2014年9月2日火曜日

重度認知症患者の中枢性の痛みの評価と治療

若月 勇輝(西尾病院)

重度認知症患者の中枢性の痛みの評価と治療
( Assessment and Management of Pain, with Particular Emphasis on Centeral Neuropathic Pain, in Moderate to Severe Dementia )
Erik J.A.Scherder 著
Drugs Aging 29号 ( 2012年7月 )

臨床の中では、認知症を合併した骨折患者が多くいます。その患者が痛みを訴えますが、本当に痛いのかどうか、どのくらい痛いのか、そもそも認知症の痛みの特徴は何なのかを調べていました。最新の知見を得るために、新しいレビュー論文を探していました。

今回私が読んだ論文は、私が持っている論文の中では、最も新しい認知症の痛みについてのレビュー論文です。
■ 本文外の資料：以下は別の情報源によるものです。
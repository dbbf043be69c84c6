import { expect, test } from "vitest";
import { SheetStore } from "./sheet-store";

const value = (text: string) => ({ text, valuePm: 1, error: undefined, warning: undefined });

test("what is typed while a batch is on its way waits for the next one, over the reading that the first one made", () => {
  const store = new SheetStore([]);
  store.commit("a", value("1"));
  expect(store.takeQueue(50)).toEqual([{ key: "a", typed: "1", supersedes: null }]);
  store.commit("a", value("2"));
  store.commit("b", value("3"));
  expect(store.takeQueue(50).map(({ key }) => key)).toEqual(["b"]);
  expect(store.waiting).toBe(3);
  store.settle("a", { readingId: "reading-1" });
  expect(store.box("a").status).toBe("waiting");
  expect(store.takeQueue(50)).toEqual([{ key: "a", typed: "2", supersedes: "reading-1" }]);
  store.settle("a", { readingId: "reading-2" });
  store.settle("b", { readingId: "reading-3" });
  expect(store.waiting).toBe(0);
  expect(store.box("a")).toMatchObject({ status: "saved", readingId: "reading-2" });
});

test("a batch without an answer goes back to the head of the queue, and nothing newer is lost", () => {
  const store = new SheetStore([]);
  store.commit("a", value("1"));
  store.commit("b", value("2"));
  const sent = store.takeQueue(50);
  store.commit("a", value("1 again"));
  store.commit("c", value("3"));
  store.returnToQueue(sent);
  expect(store.takeQueue(50).map(({ key, typed }) => `${key} ${typed}`)).toEqual(["b 2", "a 1 again", "c 3"]);
});

test("a box with an error is not sent, and says so until it is mended", () => {
  const store = new SheetStore([]);
  store.commit("a", { text: "x", valuePm: null, error: "no number", warning: undefined });
  expect(store.takeQueue(50)).toEqual([]);
  expect(store.box("a").status).toBe("refused");
  store.commit("a", value("2"));
  expect(store.takeQueue(50)).toHaveLength(1);
});
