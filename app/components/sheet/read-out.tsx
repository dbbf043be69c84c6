import { stationName } from "~/engineering/trade/fit-kinds";
import type { SheetBox } from "./boxes";
import type { BoxState } from "./sheet-store";

interface ReadOutProps {
  box: SheetBox | undefined;
  state: BoxState | undefined;
  title: string | undefined;
  /** What the box should hold by the target, with its band. */
  expected: { value: string; band: string } | undefined;
  /** Vertical clearance of the position as far as it is measured. */
  clearance: string | undefined;
  /** Whether everything is saved; said as it changes. */
  status: string;
  /** Takes the latest box back; for who has no Control key at hand. */
  onUndo?: (() => void) | undefined;
}

/** The box in hand, large enough to read at arm's length. */
export function ReadOut({ box, state, title, expected, clearance, status, onUndo }: ReadOutProps) {
  const figures = [
    {
      label: box && title ? `${title}, ${box.station.feature} ${stationName(box.station)}` : "No box chosen",
      value: state?.text || "–",
    },
    { label: "expected", value: expected?.value ?? "–", small: expected?.band },
    { label: "clearance so far, vertical", value: clearance ?? "–" },
  ];
  return (
    <div className="mb-4 border-y border-line bg-paper">
      <dl className="grid grid-cols-3">
        {figures.map(({ label, value, small }) => (
          <div key={label} className="border-l border-line px-4 py-3 first:border-l-0">
            <dt className="text-[13px] text-mute">{label}</dt>
            <dd className="font-mono text-[26px] leading-tight">
              {value} {small && <small className="text-[15px] text-mute">± {small}</small>}
            </dd>
          </div>
        ))}
      </dl>
      <div className="flex items-center justify-between border-t border-line px-4 text-[13px] text-mute">
        <p role="status" className="py-2">
          {status}
        </p>
        {onUndo && (
          <button type="button" className="min-h-11 cursor-pointer underline" onClick={onUndo}>
            Take the last one back
          </button>
        )}
      </div>
    </div>
  );
}
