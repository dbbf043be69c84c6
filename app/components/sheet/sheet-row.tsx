import { memo, useEffect, useRef, useSyncExternalStore } from "react";
import { stationName } from "~/engineering/trade/fit-kinds";
import type { SheetBox } from "./boxes";
import type { RowFigures } from "./judgement";
import type { BoxState, SheetStore } from "./sheet-store";

interface SheetRowProps {
  row: readonly SheetBox[];
  index: number;
  title: string;
  store: SheetStore;
  frozen: boolean;
  before?: Record<string, string> | undefined;
  words: { bore: string; journal: string };
  figures: (row: readonly SheetBox[]) => RowFigures;
}

/** One position of the sheet: its boxes and what follows from them. Draws again only when one of its boxes changes. */
export const SheetRow = memo(function SheetRow({
  row,
  index,
  title,
  store,
  frozen,
  before,
  words,
  figures,
}: SheetRowProps) {
  // The boxes' states are fresh objects at each change, so their identity tells whether this row has changed.
  const seen = useRef<BoxState[]>([]);
  const states = useSyncExternalStore(store.subscribe, read, read);
  function read(): BoxState[] {
    const now = row.map((box) => store.box(box.key));
    if (now.length === seen.current.length && now.every((state, place) => state === seen.current[place])) {
      return seen.current;
    }
    seen.current = now;
    return now;
  }
  const computed = figures(row);
  return (
    <tr>
      <th scope="row" className="whitespace-nowrap text-left font-semibold">
        {title}
      </th>
      {row.map((box, column) => (
        <td
          key={box.key}
          role="gridcell"
          className={box.station.feature === row[column - 1]?.station.feature ? "" : "sheet-edge"}
        >
          <Box
            box={box}
            state={states[column]!}
            label={`${title}, ${words[box.station.feature]}, ${stationName(box.station)}`}
            place={{ row: index, column }}
            isTabStop={index === 0 && column === 0}
            frozen={frozen}
          />
          {before && <span className="sheet-before">{before[box.key] ?? "–"}</span>}
        </td>
      ))}
      <td className="sheet-figure sheet-edge">{computed.vertical}</td>
      <td className="sheet-figure">{computed.taper}</td>
      <td className="sheet-figure">{computed.outOfRound}</td>
      <td className="sheet-figure">{computed.uncertainty}</td>
      <td className={`sheet-figure sheet-window-${computed.window.tone}`}>{computed.window.word}</td>
    </tr>
  );
});

interface BoxProps {
  box: SheetBox;
  state: BoxState;
  label: string;
  place: { row: number; column: number };
  isTabStop: boolean;
  frozen: boolean;
}

function Box({ box, state, label, place, isTabStop, frozen }: BoxProps) {
  const input = useRef<HTMLInputElement>(null);
  const trouble = state.error ?? state.warning?.message;

  // An undo or an answer of the server changes a box that nobody is typing in; the one being typed in is left alone.
  useEffect(() => {
    const element = input.current;
    if (element && element !== document.activeElement && element.value !== state.text)
      element.value = state.text;
  }, [state.text]);

  return (
    <input
      ref={input}
      name={box.key}
      defaultValue={state.text}
      aria-label={label}
      aria-invalid={state.error ? true : undefined}
      title={trouble}
      data-row={place.row}
      data-column={place.column}
      data-status={state.status}
      data-slip={state.warning ? "" : undefined}
      tabIndex={isTabStop ? 0 : -1}
      readOnly={frozen}
      inputMode="decimal"
      autoComplete="off"
      className="sheet-box"
    />
  );
}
著者であるErik J.A.Scherderは、オランダのアムステルダム自由大学(Vrije Universiteit Amsterdam)の教育学部と心理学部の教授であり、認知症についての研究論文を多く執筆している研究者です。

中枢性の痛みは、これまで脳卒中患者を中心に語られており、認知症患者の痛みは中枢性のものということはあまり多く言われていないそうです。白質病変を生じる認知症も中枢性の痛みを生じる可能性があり、認知症患者の痛みは中枢性が最も多いのではないかと主張していました。また、認知症患者の痛みは原因が分からず、治療されないままになっていることがあり、その治療の重要性について記述していました。

認知症患者の中枢性の痛みの評価方法は、一般的な自己報告の痛みに加え、痛み行動評価を併用することが妥当だろうと述べていました。また、その他の評価には、感覚検査や脈や血圧などの自律神経系の検査、不安などの情動の評価、腱反射やバビンスキー反射などの病的反射の検査が紹介されていました。治療は投薬や電気刺激について記載されており、リハビリテーションに関しては記載されていませんでした。

中枢性の痛みは、認知神経リハビリテーションにおいても介入できる可能性があります。認知症患者に対しても、諦めずに介入していきたいと感じた論文でした。